*WORK REQUIRED*
Filter these entries down to the lines that hold the word "sstate", and show each of them.

*SOURCE INFORMATION*

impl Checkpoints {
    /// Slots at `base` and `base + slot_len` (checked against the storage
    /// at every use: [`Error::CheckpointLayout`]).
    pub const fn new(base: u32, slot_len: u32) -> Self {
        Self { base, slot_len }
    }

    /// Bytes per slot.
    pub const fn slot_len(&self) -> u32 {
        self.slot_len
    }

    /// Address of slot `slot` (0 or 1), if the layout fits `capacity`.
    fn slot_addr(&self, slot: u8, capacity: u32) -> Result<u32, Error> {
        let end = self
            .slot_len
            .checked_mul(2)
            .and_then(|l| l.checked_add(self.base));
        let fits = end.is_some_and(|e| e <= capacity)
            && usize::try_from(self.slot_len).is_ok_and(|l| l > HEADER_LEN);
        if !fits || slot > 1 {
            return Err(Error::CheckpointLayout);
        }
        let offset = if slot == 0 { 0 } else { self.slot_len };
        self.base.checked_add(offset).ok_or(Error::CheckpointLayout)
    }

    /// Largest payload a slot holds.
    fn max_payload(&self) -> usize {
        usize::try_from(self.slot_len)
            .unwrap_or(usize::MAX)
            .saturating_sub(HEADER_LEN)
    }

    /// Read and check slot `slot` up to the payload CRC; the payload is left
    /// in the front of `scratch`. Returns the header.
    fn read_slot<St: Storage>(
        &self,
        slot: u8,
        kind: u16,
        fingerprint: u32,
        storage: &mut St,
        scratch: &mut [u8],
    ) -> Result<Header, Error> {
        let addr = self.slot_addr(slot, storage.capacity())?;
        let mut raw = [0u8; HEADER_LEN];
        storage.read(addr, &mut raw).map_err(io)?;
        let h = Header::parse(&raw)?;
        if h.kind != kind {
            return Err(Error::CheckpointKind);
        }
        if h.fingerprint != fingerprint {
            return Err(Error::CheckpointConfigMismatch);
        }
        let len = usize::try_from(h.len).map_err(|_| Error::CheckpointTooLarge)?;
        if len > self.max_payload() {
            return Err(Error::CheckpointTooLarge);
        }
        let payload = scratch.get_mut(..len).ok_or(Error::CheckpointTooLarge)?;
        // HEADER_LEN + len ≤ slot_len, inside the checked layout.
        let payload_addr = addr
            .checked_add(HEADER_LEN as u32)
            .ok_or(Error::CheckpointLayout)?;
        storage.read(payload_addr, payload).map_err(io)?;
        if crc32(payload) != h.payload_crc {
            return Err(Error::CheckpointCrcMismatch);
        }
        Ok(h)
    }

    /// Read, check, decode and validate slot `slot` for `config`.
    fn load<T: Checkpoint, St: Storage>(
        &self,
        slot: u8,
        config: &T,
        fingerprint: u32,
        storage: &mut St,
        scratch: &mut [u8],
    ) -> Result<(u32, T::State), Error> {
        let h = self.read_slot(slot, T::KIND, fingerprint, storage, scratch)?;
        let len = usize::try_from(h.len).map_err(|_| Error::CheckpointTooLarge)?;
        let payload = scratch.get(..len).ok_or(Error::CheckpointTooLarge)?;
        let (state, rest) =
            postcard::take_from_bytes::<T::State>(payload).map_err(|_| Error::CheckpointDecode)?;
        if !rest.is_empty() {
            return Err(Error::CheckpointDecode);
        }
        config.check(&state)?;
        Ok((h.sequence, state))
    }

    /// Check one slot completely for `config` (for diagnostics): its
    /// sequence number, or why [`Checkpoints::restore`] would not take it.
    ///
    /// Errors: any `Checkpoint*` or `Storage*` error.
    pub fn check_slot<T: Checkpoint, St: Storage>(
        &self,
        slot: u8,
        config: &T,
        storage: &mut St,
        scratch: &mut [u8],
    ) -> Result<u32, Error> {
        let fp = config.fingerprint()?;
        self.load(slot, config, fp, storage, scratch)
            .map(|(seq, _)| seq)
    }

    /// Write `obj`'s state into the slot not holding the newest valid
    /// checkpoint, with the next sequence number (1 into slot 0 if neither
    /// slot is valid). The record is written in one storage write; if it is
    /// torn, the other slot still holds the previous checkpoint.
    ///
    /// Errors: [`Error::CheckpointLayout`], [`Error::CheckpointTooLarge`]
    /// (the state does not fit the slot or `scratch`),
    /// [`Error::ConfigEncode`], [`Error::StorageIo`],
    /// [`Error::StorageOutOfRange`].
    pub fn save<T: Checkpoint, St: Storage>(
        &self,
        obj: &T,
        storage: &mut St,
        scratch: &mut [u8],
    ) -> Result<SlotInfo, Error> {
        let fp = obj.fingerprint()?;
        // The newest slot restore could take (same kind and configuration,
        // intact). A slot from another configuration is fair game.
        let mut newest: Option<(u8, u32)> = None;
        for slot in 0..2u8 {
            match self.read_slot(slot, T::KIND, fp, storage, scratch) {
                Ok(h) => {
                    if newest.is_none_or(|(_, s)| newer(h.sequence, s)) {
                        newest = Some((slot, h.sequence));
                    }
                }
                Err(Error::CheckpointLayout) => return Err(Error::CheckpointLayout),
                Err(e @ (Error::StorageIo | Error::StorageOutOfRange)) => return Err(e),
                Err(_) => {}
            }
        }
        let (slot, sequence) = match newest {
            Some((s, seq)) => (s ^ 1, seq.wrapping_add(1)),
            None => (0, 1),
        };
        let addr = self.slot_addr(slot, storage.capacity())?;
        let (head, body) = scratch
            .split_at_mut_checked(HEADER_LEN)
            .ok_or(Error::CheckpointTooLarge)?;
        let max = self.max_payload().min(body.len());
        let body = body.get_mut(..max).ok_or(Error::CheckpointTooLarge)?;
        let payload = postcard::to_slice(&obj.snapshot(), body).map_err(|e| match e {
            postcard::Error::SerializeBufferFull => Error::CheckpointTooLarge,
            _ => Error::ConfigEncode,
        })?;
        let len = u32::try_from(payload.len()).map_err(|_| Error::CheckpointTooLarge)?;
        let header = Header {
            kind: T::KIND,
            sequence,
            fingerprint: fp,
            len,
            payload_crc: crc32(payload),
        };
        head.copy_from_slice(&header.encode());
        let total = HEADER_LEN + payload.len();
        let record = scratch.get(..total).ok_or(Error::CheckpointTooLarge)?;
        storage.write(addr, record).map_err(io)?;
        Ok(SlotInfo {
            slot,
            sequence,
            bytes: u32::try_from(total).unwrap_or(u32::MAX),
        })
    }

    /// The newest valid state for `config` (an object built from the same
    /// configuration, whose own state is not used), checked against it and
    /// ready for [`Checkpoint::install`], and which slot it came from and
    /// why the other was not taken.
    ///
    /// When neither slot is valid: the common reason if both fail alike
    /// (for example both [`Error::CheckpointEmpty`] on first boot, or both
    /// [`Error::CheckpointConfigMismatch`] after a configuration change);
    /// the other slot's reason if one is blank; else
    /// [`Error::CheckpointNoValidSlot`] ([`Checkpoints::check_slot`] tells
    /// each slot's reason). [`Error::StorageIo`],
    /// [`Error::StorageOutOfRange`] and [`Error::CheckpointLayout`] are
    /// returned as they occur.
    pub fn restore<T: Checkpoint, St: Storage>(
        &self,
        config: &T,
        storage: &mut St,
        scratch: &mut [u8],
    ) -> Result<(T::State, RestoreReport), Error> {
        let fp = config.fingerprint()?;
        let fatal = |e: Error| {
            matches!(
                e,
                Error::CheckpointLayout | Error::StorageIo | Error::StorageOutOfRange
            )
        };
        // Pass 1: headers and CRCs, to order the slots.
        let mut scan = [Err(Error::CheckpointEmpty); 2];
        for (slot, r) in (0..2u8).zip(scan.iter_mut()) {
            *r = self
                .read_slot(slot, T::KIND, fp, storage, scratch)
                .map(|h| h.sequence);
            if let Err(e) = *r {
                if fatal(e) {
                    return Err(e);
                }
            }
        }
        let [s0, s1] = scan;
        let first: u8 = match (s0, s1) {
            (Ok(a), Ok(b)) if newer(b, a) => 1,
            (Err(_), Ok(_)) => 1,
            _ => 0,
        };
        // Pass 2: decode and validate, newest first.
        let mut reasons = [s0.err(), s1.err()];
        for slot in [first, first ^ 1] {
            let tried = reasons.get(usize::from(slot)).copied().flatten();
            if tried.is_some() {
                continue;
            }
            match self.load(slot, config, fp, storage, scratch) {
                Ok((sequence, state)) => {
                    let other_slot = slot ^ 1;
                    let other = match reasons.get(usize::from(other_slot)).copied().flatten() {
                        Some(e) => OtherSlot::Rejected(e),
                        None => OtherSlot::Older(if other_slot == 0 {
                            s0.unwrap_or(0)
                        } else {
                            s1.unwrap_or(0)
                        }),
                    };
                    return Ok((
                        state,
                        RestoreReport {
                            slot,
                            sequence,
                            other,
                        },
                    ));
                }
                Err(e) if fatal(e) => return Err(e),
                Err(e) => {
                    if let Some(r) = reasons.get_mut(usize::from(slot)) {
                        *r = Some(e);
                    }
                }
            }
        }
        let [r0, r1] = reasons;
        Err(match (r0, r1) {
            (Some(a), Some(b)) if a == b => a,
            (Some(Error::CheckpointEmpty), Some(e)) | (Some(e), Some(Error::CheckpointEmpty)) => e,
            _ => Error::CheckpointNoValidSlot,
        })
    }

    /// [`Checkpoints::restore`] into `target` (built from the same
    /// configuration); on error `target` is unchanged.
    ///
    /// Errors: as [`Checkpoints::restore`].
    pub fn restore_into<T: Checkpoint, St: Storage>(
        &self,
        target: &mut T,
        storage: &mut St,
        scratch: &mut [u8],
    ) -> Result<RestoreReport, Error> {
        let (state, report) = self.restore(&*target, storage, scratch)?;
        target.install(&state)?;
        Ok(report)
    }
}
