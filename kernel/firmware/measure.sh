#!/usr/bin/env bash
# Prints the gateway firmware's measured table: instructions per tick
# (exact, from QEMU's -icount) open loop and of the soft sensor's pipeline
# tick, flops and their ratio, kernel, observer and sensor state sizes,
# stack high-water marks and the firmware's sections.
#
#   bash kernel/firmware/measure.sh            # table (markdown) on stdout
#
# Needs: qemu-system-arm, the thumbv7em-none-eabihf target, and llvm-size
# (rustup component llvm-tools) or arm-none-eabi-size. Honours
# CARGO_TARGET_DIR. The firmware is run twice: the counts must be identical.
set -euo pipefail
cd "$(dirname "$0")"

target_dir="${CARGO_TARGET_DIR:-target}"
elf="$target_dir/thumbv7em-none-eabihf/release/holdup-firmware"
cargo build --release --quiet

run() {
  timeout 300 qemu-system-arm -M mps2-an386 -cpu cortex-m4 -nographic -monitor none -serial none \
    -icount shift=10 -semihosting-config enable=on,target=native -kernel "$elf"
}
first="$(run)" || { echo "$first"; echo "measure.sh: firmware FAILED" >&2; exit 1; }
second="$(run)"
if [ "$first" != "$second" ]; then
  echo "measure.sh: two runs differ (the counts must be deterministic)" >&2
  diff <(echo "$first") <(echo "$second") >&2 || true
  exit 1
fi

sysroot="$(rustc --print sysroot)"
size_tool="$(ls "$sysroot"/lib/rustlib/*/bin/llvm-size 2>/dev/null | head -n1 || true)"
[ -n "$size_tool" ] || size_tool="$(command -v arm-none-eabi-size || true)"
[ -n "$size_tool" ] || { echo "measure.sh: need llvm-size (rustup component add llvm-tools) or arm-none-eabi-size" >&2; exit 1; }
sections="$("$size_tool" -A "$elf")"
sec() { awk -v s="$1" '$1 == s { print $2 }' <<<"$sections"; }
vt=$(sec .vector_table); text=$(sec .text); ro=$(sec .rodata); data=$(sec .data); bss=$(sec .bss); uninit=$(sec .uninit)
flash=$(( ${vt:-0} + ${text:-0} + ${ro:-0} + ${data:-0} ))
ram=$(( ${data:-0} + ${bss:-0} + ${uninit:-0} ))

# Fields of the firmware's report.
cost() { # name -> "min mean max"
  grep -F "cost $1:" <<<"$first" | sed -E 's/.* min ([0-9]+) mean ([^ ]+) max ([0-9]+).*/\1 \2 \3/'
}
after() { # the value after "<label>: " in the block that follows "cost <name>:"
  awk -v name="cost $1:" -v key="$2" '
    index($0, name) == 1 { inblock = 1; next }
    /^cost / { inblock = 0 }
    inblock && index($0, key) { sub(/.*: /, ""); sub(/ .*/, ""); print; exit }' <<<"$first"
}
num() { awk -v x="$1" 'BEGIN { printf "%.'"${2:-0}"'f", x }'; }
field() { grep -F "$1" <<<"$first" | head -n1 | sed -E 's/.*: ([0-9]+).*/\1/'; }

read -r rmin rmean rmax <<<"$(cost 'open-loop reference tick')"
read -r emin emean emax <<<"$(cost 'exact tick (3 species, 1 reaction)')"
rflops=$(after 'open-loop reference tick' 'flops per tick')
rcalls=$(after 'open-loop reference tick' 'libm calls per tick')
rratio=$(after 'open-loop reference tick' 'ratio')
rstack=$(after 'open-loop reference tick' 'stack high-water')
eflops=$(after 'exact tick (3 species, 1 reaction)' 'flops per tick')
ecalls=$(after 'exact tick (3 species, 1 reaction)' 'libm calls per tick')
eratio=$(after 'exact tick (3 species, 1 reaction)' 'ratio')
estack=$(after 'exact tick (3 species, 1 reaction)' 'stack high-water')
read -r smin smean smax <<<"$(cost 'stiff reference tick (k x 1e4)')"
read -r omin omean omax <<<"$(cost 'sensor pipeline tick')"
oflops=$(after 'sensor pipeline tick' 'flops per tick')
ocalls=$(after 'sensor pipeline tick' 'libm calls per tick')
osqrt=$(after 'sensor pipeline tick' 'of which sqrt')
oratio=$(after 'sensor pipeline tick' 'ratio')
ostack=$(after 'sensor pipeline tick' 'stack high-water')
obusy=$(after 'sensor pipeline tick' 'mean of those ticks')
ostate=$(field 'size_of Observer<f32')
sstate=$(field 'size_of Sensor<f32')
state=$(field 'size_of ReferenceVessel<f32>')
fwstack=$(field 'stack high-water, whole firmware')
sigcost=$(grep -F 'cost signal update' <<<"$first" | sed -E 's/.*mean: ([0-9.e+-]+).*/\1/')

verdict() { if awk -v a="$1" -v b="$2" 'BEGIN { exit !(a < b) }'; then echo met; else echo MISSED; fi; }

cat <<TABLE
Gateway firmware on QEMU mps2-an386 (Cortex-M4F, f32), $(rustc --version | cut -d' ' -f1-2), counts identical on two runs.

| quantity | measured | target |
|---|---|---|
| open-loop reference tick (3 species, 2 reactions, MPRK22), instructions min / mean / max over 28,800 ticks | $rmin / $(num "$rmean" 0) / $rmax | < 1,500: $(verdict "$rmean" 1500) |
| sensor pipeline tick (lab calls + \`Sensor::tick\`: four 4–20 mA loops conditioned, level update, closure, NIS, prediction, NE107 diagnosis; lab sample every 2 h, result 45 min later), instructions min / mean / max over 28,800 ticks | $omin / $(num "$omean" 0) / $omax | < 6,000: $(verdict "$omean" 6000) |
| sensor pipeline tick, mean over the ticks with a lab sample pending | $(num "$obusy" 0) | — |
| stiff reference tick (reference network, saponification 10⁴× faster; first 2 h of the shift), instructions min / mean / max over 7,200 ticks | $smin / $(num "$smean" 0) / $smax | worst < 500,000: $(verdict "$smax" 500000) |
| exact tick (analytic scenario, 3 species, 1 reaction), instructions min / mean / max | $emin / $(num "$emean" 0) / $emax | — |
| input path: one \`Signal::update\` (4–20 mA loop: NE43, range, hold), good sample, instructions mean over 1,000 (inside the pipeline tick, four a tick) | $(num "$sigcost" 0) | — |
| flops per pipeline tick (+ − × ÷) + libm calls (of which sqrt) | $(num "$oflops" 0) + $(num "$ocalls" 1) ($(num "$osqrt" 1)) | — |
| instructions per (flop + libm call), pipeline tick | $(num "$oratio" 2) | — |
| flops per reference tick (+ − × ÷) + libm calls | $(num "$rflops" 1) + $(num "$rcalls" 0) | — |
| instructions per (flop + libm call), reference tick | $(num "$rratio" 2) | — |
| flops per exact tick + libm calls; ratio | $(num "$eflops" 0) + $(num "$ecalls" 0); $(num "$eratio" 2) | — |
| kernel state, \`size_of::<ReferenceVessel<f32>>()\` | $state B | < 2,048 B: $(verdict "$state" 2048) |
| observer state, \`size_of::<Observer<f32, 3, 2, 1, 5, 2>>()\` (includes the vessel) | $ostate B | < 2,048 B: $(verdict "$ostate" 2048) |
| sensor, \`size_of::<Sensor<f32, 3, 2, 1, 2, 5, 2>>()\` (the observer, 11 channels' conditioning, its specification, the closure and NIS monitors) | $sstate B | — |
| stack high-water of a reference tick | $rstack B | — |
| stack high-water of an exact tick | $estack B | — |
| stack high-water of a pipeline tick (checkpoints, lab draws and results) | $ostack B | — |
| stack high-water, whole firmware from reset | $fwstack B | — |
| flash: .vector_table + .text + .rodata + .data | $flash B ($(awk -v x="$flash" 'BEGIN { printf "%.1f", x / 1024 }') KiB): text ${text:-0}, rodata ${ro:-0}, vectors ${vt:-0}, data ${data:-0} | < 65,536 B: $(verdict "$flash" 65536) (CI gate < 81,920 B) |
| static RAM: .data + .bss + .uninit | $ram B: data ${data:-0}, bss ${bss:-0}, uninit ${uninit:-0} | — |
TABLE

*RESPONSE TO THIS EXERCISE*
sstate=$(field 'size_of Sensor<f32')
| sensor, \`size_of::<Sensor<f32, 3, 2, 1, 2, 5, 2>>()\` (the observer, 11 channels' conditioning, its specification, the closure and NIS monitors) | $sstate B | — |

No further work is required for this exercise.